# we want to marry but his family ....



## Xania (Jun 20, 2012)

Hii everybody

i know this sound like some messed up lovestory but this is what is happening in my life right now 

So i am a 22 year old black Woman that was working in a company as an assistant.. so when i first met my boss we felt from top to toe in love with each other but we would never kiss or hug or something because he was married even trough he was in a unhappy marriage and i didnt want to start something with an married man. so he later found out that his wife was cheating on him with an 15 year younger guy (my boss is 42 and his wife is 40) he's having a divorce right now and looking forward to marry me as soon as possible because i'm pregnant right now with his child. now heres the problem: HIS FAMILY
they don't really like because they think i was the one that broke my boss and his wife's marriage even trough she was the one another reason for my boss wanting to divorce his wife was because he (my boss) always wanted to have children and a family but his wife never got pregnant for 17 years of marriage.
now my question : what can i do to make them like me? or accept that we are going to marry each other 
my boss is an 100% italian and he could never imagine having a wedding without his family (me either) but we really want to marry and have this baby !!!!

thank you so much for taking time to read this i really need help 
thank you


----------



## Gaia (Apr 27, 2012)

Well first of all... You contradicted yourself in your post.. You said you didn't want to start anything with a married man.. and yet.. Your pregnant with his child and he's not even divorced yet? Sorry.. but I'm thinking... Shame on you. As far as his family goes... they are right to an extent since.. after all.. he isn't divorced yet according to you and your with child... HIS child. Now.. not every woman is capable of having offspring and it seems like your taking a shot at this mans wife because of that. That in itself is again.. wrong imo.

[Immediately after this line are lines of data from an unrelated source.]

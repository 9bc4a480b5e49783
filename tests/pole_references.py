"""The reference loop the app tests share, and the outside references they compare against.

The plant in tests/data/third_order_reference.toml is reference case 1 of
shared/reference-cases.md: Ogata, *Modern Control Engineering*, 5th ed., Example 10-1
(from memory) — with K = [199, 55, 8] the closed-loop poles are −2 ± 4j and −10.
"""

from pathlib import Path

import numpy as np
from scipy.optimize import linear_sum_assignment

from gainboard import core

REFERENCE_PLANT_FILE = Path(__file__).resolve().parent / "data" / "third_order_reference.toml"
REFERENCE_GAIN = [[199.0, 55.0, 8.0]]
REFERENCE_POLES = np.array([-2 + 4j, -2 - 4j, -10 + 0j])  # Ogata Example 10-1 (from memory)

# The same plant built in code, as the file tests use it: companion form of s³ + 6s² + 5s + 1.
# Names and units are invented.
NAMED_REFERENCE_PLANT = core.Plant(
    A=[[0.0, 1.0, 0.0], [0.0, 0.0, 1.0], [-1.0, -5.0, -6.0]],
    B=[[0.0], [0.0], [1.0]],
    C=[[1.0, 0.0, 0.0]],
    name="third-order test plant",
    state_names=("position", "velocity", "acceleration"),
    state_units=("m", "m/s", "m/s²"),
    input_names=("drive force",),
    input_units=("N",),
    output_names=("position",),
    output_units=("m",),
)


def matched_distance(found, expected) -> float:
    """Largest distance after pairing two pole lists one to one (optimal assignment, scipy)."""
    found, expected = np.asarray(found, complex), np.asarray(expected, complex)
    assert found.shape == expected.shape, f"{found} vs {expected}"
    cost = np.abs(found[:, None] - expected[None, :])
    rows, cols = linear_sum_assignment(cost)
    return float(cost[rows, cols].max())


def numpy_closed_loop_poles(plant, gain) -> np.ndarray:
    """Outside reference: numpy's eigenvalues of A − BK, computed without the core."""
    return np.linalg.eigvals(np.asarray(plant.A) - np.asarray(plant.B) @ np.asarray(gain, dtype=float))
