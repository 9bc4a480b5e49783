"""The speed benchmark's harness, run on one small case so it cannot rot.

tests/benchmarks/run_benchmarks.py is a script (pytest skips that folder and never
asserts a timing). Here its accuracy checks run against their references: numpy
eigenvalues on a dense grid (locus), a brute-force eigenvalue sweep (stable
intervals), scipy.signal.lsim (responses) and a per-step scipy.linalg.expm loop
(saturated simulation). Each check is also shown to fail on a corrupted result,
and one case goes through the whole measure → print → targets path with tiny
budgets (its timings are printed, never checked).
"""

from __future__ import annotations

import importlib.util
import math
import sys
from dataclasses import replace
from pathlib import Path

import numpy as np
import pytest

from gainboard import core

SCRIPT = Path(__file__).resolve().parent / "benchmarks" / "run_benchmarks.py"


@pytest.fixture(scope="module")
def bench():
    spec = importlib.util.spec_from_file_location("gainboard_run_benchmarks", SCRIPT)
    module = importlib.util.module_from_spec(spec)
    sys.modules[spec.name] = module  # its dataclasses look their module up while being built
    spec.loader.exec_module(module)
    return module


@pytest.fixture
def small_case(bench, rng):
    plant = bench.random_plant(rng, 4, 1, stable=False)
    return bench.Case(plant.name, plant, bench.lqr_gain(plant))


def test_random_plants_have_the_requested_open_loop_stability(bench, rng):
    for stable in (True, False):
        plant = bench.random_plant(rng, 6, 2, stable)
        rightmost = np.max(np.linalg.eigvals(plant.A).real)
        # numpy eigenvalues are the reference: the shift puts the rightmost pole at −0.2 or +0.5
        assert rightmost == pytest.approx(-0.2 if stable else 0.5, abs=1e-9)


def test_locus_check_passes_against_the_dense_eigenvalue_grid(bench, small_case):
    result = bench.check_locus(small_case.plant, small_case.gain, small_case.entry)
    # reference: numpy.linalg.eigvals at 10 000 points, matched by optimal assignment (scipy)
    assert result["passed"], result
    assert result["error"] <= 1e-3 and 10 * result["evaluations"] <= result["grid"]


def test_locus_check_fails_for_a_shifted_locus(bench, small_case):
    plant, gain, entry = small_case.plant, small_case.gain, small_case.entry
    grid = bench.entry_grid(plant, gain, entry, 2000)
    dense = bench.naive_locus(plant.A, plant.B, gain, entry, grid)
    locus = core.entry_locus(plant, gain, *entry, float(grid[0]), float(grid[-1]))
    assert bench.locus_error(locus, grid, dense) <= 1e-3  # reference: numpy eigenvalues on the grid
    span = math.hypot(np.ptp(dense.real), np.ptp(dense.imag))
    shifted = replace(locus, poles=locus.poles + 0.01 * span)
    assert bench.locus_error(shifted, grid, dense) > 1e-3


def test_interval_check_agrees_with_the_brute_force_sweep(bench, small_case):
    plant, gain = small_case.plant, small_case.gain
    entries = [(0, j) for j in range(plant.state_count)]
    result = bench.check_intervals(plant, gain, entries, grid_points=2000)
    # reference: a pole-by-pole stability verdict from numpy.linalg.eigvals at 2000 points per entry
    assert result["passed"] and result["disagreements"] == 0, result


def test_interval_check_counts_a_moved_interval_end(bench, small_case):
    plant, gain, entry = small_case.plant, small_case.gain, small_case.entry
    grid = bench.entry_grid(plant, gain, entry, 2000)
    verdicts = bench.naive_stable_verdicts(plant.A, plant.B, gain, entry, grid, plant.is_sampled)
    exact = core.entry_stable_intervals(plant, gain, *entry)
    assert bench.interval_disagreements(exact, grid, verdicts) == 0  # reference: the brute-force sweep
    assert verdicts.any() and not verdicts.all()  # the range holds a stable and an unstable part
    step = float(grid[1] - grid[0])
    low, high = exact.intervals[0]
    moved_end = (low + 20 * step, high) if math.isfinite(low) else (low, high - 20 * step)
    moved = replace(exact, intervals=(moved_end,) + exact.intervals[1:], crossings=())
    assert bench.interval_disagreements(moved, grid, verdicts) >= 10


def test_response_check_equals_lsim(bench, small_case):
    result = bench.check_responses(small_case.linear_plant, small_case.gain)
    # reference: scipy.signal.lsim on the same grid, to 1e-9 of the trajectory size (issue 7)
    assert result["passed"] and result["relative_error"] <= 1e-9, result


def test_sampled_response_check_equals_dlsim(bench, rng):
    plant = core.discretize_zero_order_hold(bench.random_plant(rng, 3, 1, stable=False), 0.05)
    result = bench.check_responses(plant, bench.lqr_gain(plant))
    # reference: scipy.signal.dlsim, to 1e-9 of the trajectory size
    assert result["passed"], result


def test_saturated_check_equals_the_per_step_expm_loop(bench, small_case):
    limited = bench.saturating_plant(small_case.plant, small_case.gain)
    result = bench.check_saturated(limited, small_case.gain)
    # reference: a per-step loop with one scipy.linalg.expm per step, same clipping rule
    assert result["clipped"] and result["steps"] == 1000
    assert result["passed"] and result["relative_error"] <= 1e-9, result


def test_one_case_goes_through_measure_print_and_targets(bench, small_case, capsys):
    bench.measure_case(small_case, budget=0.0, naive_budget=0.0, least=1, grid_points=2000)
    results = small_case.results
    for item, naive in bench.ITEMS:
        assert results[item] > 0.0 and results[naive] > 0.0  # every item was timed (values never asserted)
    bench.print_case(small_case)
    printed = capsys.readouterr().out
    assert "interactive" in printed and "check locus" in printed and "check saturated" in printed
    rows = bench.target_rows([small_case], None)
    verdicts = {text: met for text, _, met in rows}
    # the accuracy targets hold for this case; the timing targets are reported, not asserted
    assert verdicts["locus within 1e-3 of span, ≥ 10× fewer evaluations"]
    assert verdicts["stable intervals agree with the brute-force sweep"]
    assert verdicts["responses equal lsim to 1e-9 relative"]
    assert verdicts["browser slider → redrawn plots, p95 under 100 ms"] is None
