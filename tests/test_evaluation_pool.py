"""Evaluations off the event loop: the bounded pool and the latest-only runner of each session.

Ordering is asserted, never wall time. The evaluations delivered are checked against
numpy's eigenvalues of A − BK (reference case 1 of shared/reference-cases.md: Ogata,
*Modern Control Engineering*, 5th ed., Example 10-1, from memory).
"""

from __future__ import annotations

import concurrent.futures
import queue
import threading
from pathlib import Path

import numpy as np
import pytest

from gainboard import core
from gainboard.app.evaluation_pool import EvaluationPool, PooledRunner
from gainboard.app.evaluation_runner import EvaluationRequest
from gainboard.app.refresh_policy import Detail
from gainboard.app.state import DesignState
from pole_references import REFERENCE_GAIN, REFERENCE_POLES, matched_distance
from pole_references import numpy_closed_loop_poles as eig_closed_loop

DATA = Path(__file__).resolve().parent / "data"


@pytest.fixture(scope="module")
def reference_plant():
    return core.load_plant_file(DATA / "third_order_reference.toml")


def request(plant, gain, sequence):
    return EvaluationRequest(sequence=sequence, plant=plant, gain=np.array(gain, dtype=float),
                             options=core.EvaluationOptions(include_margins=False), detail=Detail.STEP, inputs={})


class HeldPool:
    """A pool whose calls finish only when the test says so."""

    def __init__(self):
        self.started: list = []

    def submit(self, request):
        future = concurrent.futures.Future()
        self.started.append((request, future))
        return future


class Loop:
    """The session's event loop: scheduled functions run when the test pumps it."""

    def __init__(self):
        self.queue: queue.Queue = queue.Queue()

    def schedule(self, function):
        self.queue.put(function)

    def pump(self, timeout: float = 30.0) -> None:
        self.queue.get(timeout=timeout)()


def test_one_request_runs_and_the_newest_waiting_one_replaces_the_others(reference_plant):
    pool, loop, delivered = HeldPool(), Loop(), []
    runner = PooledRunner(pool, loop.schedule)
    deliver = lambda request, evaluation, error: delivered.append(request.sequence)  # noqa: E731
    for sequence in (1, 2, 3, 4):
        runner.submit(request(reference_plant, REFERENCE_GAIN, sequence), deliver)
    assert [r.sequence for r, _ in pool.started] == [1]  # one at a time per session
    assert runner.skipped == 2  # 2 and 3 were replaced while waiting, never computed
    pool.started[0][1].set_result("first")
    loop.pump()
    assert delivered == [1] and [r.sequence for r, _ in pool.started] == [1, 4]
    pool.started[1][1].set_result("newest")
    loop.pump()
    assert delivered == [1, 4] and not runner.busy


def test_results_are_delivered_on_the_sessions_loop_not_in_the_worker(reference_plant):
    pool, loop, threads = EvaluationPool(1, kind="thread"), Loop(), []
    try:
        runner = PooledRunner(pool, loop.schedule)
        results = []

        def deliver(request, evaluation, error):
            threads.append(threading.current_thread())
            results.append((evaluation, error))

        runner.submit(request(reference_plant, REFERENCE_GAIN, 1), deliver)
        assert results == []  # nothing happens in the caller
        loop.pump()
    finally:
        pool.close()
    evaluation, error = results[0]
    assert error is None and threads == [threading.current_thread()]
    # Ogata Example 10-1 (from memory) and numpy's eig of A − BK.
    assert matched_distance(evaluation.closed_loop.poles, REFERENCE_POLES) < 1e-9
    assert matched_distance(evaluation.closed_loop.poles, eig_closed_loop(reference_plant, REFERENCE_GAIN)) < 1e-9


def test_a_process_worker_gives_back_the_sessions_own_plant_and_the_same_poles(reference_plant):
    pool = EvaluationPool(1, kind="process")
    try:
        evaluation = pool.submit(request(reference_plant, REFERENCE_GAIN, 1)).result(timeout=120)
    finally:
        pool.close()
    assert evaluation.plant is reference_plant  # views know a plant by identity
    assert matched_distance(evaluation.closed_loop.poles, eig_closed_loop(reference_plant, REFERENCE_GAIN)) < 1e-9
    assert evaluation.responses.initial.states.size == 0  # not sent back: no view draws them
    assert evaluation.responses.initial.outputs.shape[0] == evaluation.responses.initial.time.size


def test_a_request_past_its_budget_is_reported_and_a_failure_is_delivered(reference_plant):
    pool, loop, overdue, delivered, timers = HeldPool(), Loop(), [], [], []
    runner = PooledRunner(pool, loop.schedule, on_overdue=overdue.append, budget=10.0,
                          call_later=lambda seconds, function: timers.append((seconds, function)))
    first = request(reference_plant, REFERENCE_GAIN, 1)
    runner.submit(first, lambda r, e, error: delivered.append(error))
    [(seconds, check)] = timers
    assert seconds == 10.0
    check()
    assert overdue == [first]
    pool.started[0][1].set_exception(core.AnalysisError("no"))
    loop.pump()
    assert isinstance(delivered[0], core.AnalysisError)
    check()  # finished now: a late budget check says nothing
    assert overdue == [first]


def test_a_state_on_a_pool_shows_only_the_newest_result_and_follows_the_gain(reference_plant):
    pool, loop = HeldPool(), Loop()
    state = DesignState(reference_plant, gain=REFERENCE_GAIN)
    state.runner = PooledRunner(pool, loop.schedule)
    shown = state.revision
    for value in (200.0, 201.0, 202.0):
        state.set_entry(0, 0, value, live=True)
    assert state.revision == shown and state.evaluating  # nothing delivered yet: the old design stays shown
    for _ in range(2):  # the first request, then the newest (201 was replaced while waiting)
        queued, future = pool.started[-1]
        future.set_result(core.evaluate_design(queued.plant, queued.gain, queued.options))
        loop.pump()
    assert state.revision == shown + 2 and not state.evaluating
    assert state.evaluation.gain[0, 0] == 202.0
    # numpy eig of A − BK is the outside reference for the design shown
    assert matched_distance(state.evaluation.closed_loop.poles, eig_closed_loop(reference_plant, state.gain)) < 1e-9


def test_a_failed_evaluation_on_a_pool_is_shown_and_the_inputs_go_back(reference_plant):
    pool, loop = HeldPool(), Loop()
    state = DesignState(reference_plant, gain=REFERENCE_GAIN)
    state.runner = PooledRunner(pool, loop.schedule)
    state.set_entry(0, 1, 70.0)
    pool.started[0][1].set_exception(core.AnalysisError("the loop matrix has no eigenvalues"))
    loop.pump()
    assert state.message_kind == "error" and "no eigenvalues" in state.message
    np.testing.assert_array_equal(state.gain, REFERENCE_GAIN)  # back to the design shown


def finish_all(pool, loop, from_index: int = 0) -> None:
    """Compute every call the held pool started (in order) and deliver each on the loop."""
    from gainboard.app.evaluation_runner import evaluate_request

    index = from_index
    while index < len(pool.started):
        queued, future = pool.started[index]
        try:
            future.set_result(evaluate_request(queued))
        except core.GainboardError as error:
            future.set_exception(error)
        loop.pump()
        index += 1


def test_a_pole_drag_on_a_pool_assigns_off_the_loop_and_is_one_undo_step(reference_plant):
    pool, loop = HeldPool(), Loop()
    state = DesignState(reference_plant, gain=REFERENCE_GAIN)
    state.runner = PooledRunner(pool, loop.schedule)
    index = int(np.argmax(np.imag(state.evaluation.closed_loop.poles)))  # −2 + 4j (Ogata Example 10-1)
    assert state.begin_drag(index)
    assert state.drag_pole(-2.5 + 3.5j, live=True) and state.drag_pole(-3 + 3j, live=True)
    np.testing.assert_array_equal(state.gain, REFERENCE_GAIN)  # nothing computed on the caller's side
    assert state.drag_pole(-3 + 3j, live=False)
    finish_all(pool, loop)
    # numpy eig of A − BK: the drop point, its conjugate, and −10 kept
    assert matched_distance(eig_closed_loop(reference_plant, state.gain), [-3 + 3j, -3 - 3j, -10]) < 1e-8
    assert matched_distance(state.evaluation.closed_loop.poles, eig_closed_loop(reference_plant, state.gain)) < 1e-9
    assert state.undo_depth == 1 and state.placement_summary
    assert state.undo()
    finish_all(pool, loop, len(pool.started) - 1)
    np.testing.assert_array_equal(state.gain, REFERENCE_GAIN)


def test_a_refused_drop_on_a_pool_shows_why_and_keeps_the_design(reference_plant):
    pool, loop = HeldPool(), Loop()
    state = DesignState(reference_plant, gain=REFERENCE_GAIN)
    state.runner = PooledRunner(pool, loop.schedule)
    # Two target poles for a plant with three states: the core must refuse (one pole per state).
    assert state.place_poles([-2.0, -3.0])
    finish_all(pool, loop)
    assert state.message_kind == "error" and "Could not place the poles there" in state.message
    np.testing.assert_array_equal(state.gain, REFERENCE_GAIN)
    assert matched_distance(state.evaluation.closed_loop.poles, REFERENCE_POLES) < 1e-9  # Ogata Example 10-1


def test_the_details_of_a_design_a_newer_step_replaced_are_not_shown(reference_plant):
    # A pause's catch-up that a newer drag step overtakes would show the older design (and pull a
    # slider's handle back under the mouse): it is dropped, the newer step is shown.
    now = [0.0]
    from gainboard.app.refresh_policy import RefreshPolicy

    pool, loop = HeldPool(), Loop()
    state = DesignState(reference_plant, gain=REFERENCE_GAIN,
                        refresh=RefreshPolicy(pause_after=0.15, texts_at_least_every=1.0, clock=lambda: now[0]))
    state.runner = PooledRunner(pool, loop.schedule)
    state.refresh.release()
    now[0] = 0.05
    state.set_entry(0, 0, 210.0, live=True)
    finish_all(pool, loop)
    assert state.detail is Detail.STEP
    now[0] = 0.3
    assert state.catch_up()  # the pause: the details of K with k11 = 210 are asked for ...
    state.set_entry(0, 0, 220.0, live=True)  # ... and the drag goes on before they arrive
    finish_all(pool, loop, len(pool.started) - 1)
    assert state.evaluation.gain[0, 0] == 220.0 and state.detail is Detail.STEP
    assert matched_distance(state.evaluation.closed_loop.poles, eig_closed_loop(reference_plant, state.gain)) < 1e-9


def test_a_slider_handle_is_not_moved_while_its_gesture_goes_on(reference_plant):
    from gainboard.app.workbench import build_workbench

    workbench = build_workbench(reference_plant).workbench
    state, controls = workbench.state, workbench.sliders._controls[(0, 0)]
    state.set_gain(REFERENCE_GAIN)
    controls.slider.value = 205.0  # the browser's handle, ahead of the design shown
    state.set_entry(0, 0, 204.0, live=True)
    assert controls.slider.value == 205.0 and controls.number.value == 204.0
    state.end_gesture()
    assert controls.slider.value == 204.0  # on release the handle shows the design
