"""Opening a page never fails: a snapshot link that cannot be shown becomes a message on a working workbench.

The numbers: 1e308 is near the largest double (IEEE 754 binary64, about 1.8e308), so A − BK and its
powers overflow to inf and LAPACK refuses them (numpy.linalg raises LinAlgError on non-finite input,
numpy documentation). The 200-state chain of integrators is invented test data.
"""

from __future__ import annotations

import numpy as np

from gainboard import core
from gainboard.app.design_file import Design
from gainboard.app.snapshot import snapshot_code
from gainboard.app.state_loading import MAX_SHARED_STATES

SERVER_PLANT = core.Plant(A=[[0.0, 1.0], [0.0, 0.0]], B=[[0.0], [1.0]])


def chain_of_integrators(n: int) -> core.Plant:
    B = np.zeros((n, 1))
    B[-1, 0] = 1.0
    return core.Plant(A=np.eye(n, k=1), B=B)


def open_with(code: str, tmp_path, monkeypatch):
    from gainboard.app.workbench import open_session

    monkeypatch.setenv("GAINBOARD_DATA_DIR", str(tmp_path))
    return open_session(SERVER_PLANT, plant_label="server plant", arguments={"design": [code.encode()]}).workbench


def test_a_snapshot_whose_numbers_break_the_numerics_opens_the_servers_plant_with_a_message(tmp_path, monkeypatch):
    code = snapshot_code(Design(plant=core.Plant(A=[[1e308]], B=[[1.0]]), gain=[[0.0]]))
    workbench = open_with(code, tmp_path, monkeypatch)
    assert workbench.state.plant is SERVER_PLANT
    assert workbench.state.message_kind == "error"
    assert "Could not open the snapshot link" in workbench.state.message and "Traceback" not in workbench.state.message
    workbench.state.set_entry(0, 0, 2.0)  # the workbench works
    assert workbench.state.gain[0, 0] == 2.0


def test_an_oversize_snapshot_is_refused_before_anything_is_evaluated(tmp_path, monkeypatch):
    from gainboard.app import state as state_module

    evaluated = []
    original = state_module.DesignState.from_design
    monkeypatch.setattr(state_module.DesignState, "from_design",
                        classmethod(lambda cls, design, label="": evaluated.append(design) or original.__func__(cls, design, label)))
    code = snapshot_code(Design(plant=chain_of_integrators(200), gain=np.zeros((1, 200))))
    assert len(code) < 5000  # a short link (the attack: 4.6 KB)
    workbench = open_with(code, tmp_path, monkeypatch)
    assert evaluated == []
    assert f"has 200 states; the workbench opens plants of at most {MAX_SHARED_STATES} states" in workbench.state.message
    assert workbench.state.plant is SERVER_PLANT
    # At the limit a link still opens.
    code = snapshot_code(Design(plant=chain_of_integrators(MAX_SHARED_STATES), gain=np.zeros((1, MAX_SHARED_STATES))))
    assert open_with(code, tmp_path, monkeypatch).state.plant.state_count == MAX_SHARED_STATES


def test_an_uploaded_design_with_too_long_notes_or_too_many_states_is_refused(tmp_path, monkeypatch):
    from gainboard.app.design_file import design_to_json
    from gainboard.app.state import DesignState
    from gainboard.app.state_loading import MAX_NOTES_CHARACTERS

    state = DesignState(SERVER_PLANT)
    long_notes = design_to_json(Design(plant=SERVER_PLANT, gain=[[1.0, 1.0]], notes="n" * (MAX_NOTES_CHARACTERS + 1)))
    assert not state.load_design_bytes(long_notes.encode(), "long.json")
    assert "at most 100000 are kept" in state.message
    big = design_to_json(Design(plant=chain_of_integrators(61), gain=np.zeros((1, 61))))
    assert not state.load_design_bytes(big.encode(), "big.json")
    assert "has 61 states" in state.message and state.plant is SERVER_PLANT
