@pytest.mark.parametrize("row, col", [(0, 0), (0, 1), (1, 2), (1, 3)])
def test_entry_polynomials_equal_sympys_symbolic_determinant(row, col):
    A = [[0, 1, 0, 0], [-2, -1, 1, 0], [0, 0, 0, 1], [1, 0, -3, -2]]
    B = [[0, 0], [1, 0], [0, 0], [0, 1]]
    K = [[3, -1, 2, 0], [1, 2, -4, 5]]
    plant = Plant(A=np.array(A, float), B=np.array(B, float))
    polys = entry_polynomials(plant, np.array(K, float), row, col)
    base, direction = _symbolic_coefficients(A, B, K, row, col)
    # sympy's exact det(sI − A + BK) with K[row, col] a symbol is the reference
    np.testing.assert_allclose(polys.base, base, rtol=1e-10, atol=1e-10)
    np.testing.assert_allclose(polys.direction, direction, rtol=1e-10, atol=1e-10)
    assert polys.variable == "s" and polys.current_value == K[row][col]


def test_entry_polynomials_of_case_1_match_sympy():
    plant = Plant(A=CASE1_A, B=[[0.0], [0.0], [1.0]])
    polys = entry_polynomials(plant, CASE1_K, 0, 1)
    base, direction = _symbolic_coefficients(
        [[0, 1, 0], [0, 0, 1], [-1, -5, -6]], [[0], [0], [1]], [[199, 55, 8]], 0, 1
    )
    # sympy reference; by hand: s³ + 14s² + 5s + 200 + k2·s (case 1 companion form)
    np.testing.assert_allclose(polys.base, base, atol=1e-9)
    np.testing.assert_allclose(polys.direction, direction, atol=1e-12)
    np.testing.assert_allclose(polys.base, [1.0, 14.0, 5.0, 200.0], atol=1e-9)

Now another thing.. pertaining to his family.. what you did.. is wrong in their eyes and they may NEVER forgive either of you for it so .. that is something you two will just have to learn to accept for making... imo.. a stupid decision. The least both of you could have done.. was wait until he was actually divorced before having a relationship.


----------



## lalsr1988 (Apr 16, 2012)

Agreed ^^
_Posted via Mobile Device_


----------



## sinnister (Dec 5, 2010)

You're more convenient to blame than the x wife. They probably have known her for quite some time and loved her. You are new and young. An easy target for them.

They probably won't ever change their mind about you unfortunately. And it's stupid for them or anybody else to blame you. You're 22 years old and he's a big boy...he can decide to wait until the divorce is legal and then tell his parents he's dating you. It sounds like he never set the scene for them and left them having to put the pieces together for themselves. Which is never good for the hot young new wife.


----------



## Gaia (Apr 27, 2012)

Even 22 year olds are old enough to know right from wrong. Takes two to tango, she was/is perfectly capable of deciding to wait just as he was/is.


----------



## Gaia (Apr 27, 2012)

sinnister said:


> They probably won't ever change their mind about you unfortunately. And it's stupid for them or anybody else to blame you.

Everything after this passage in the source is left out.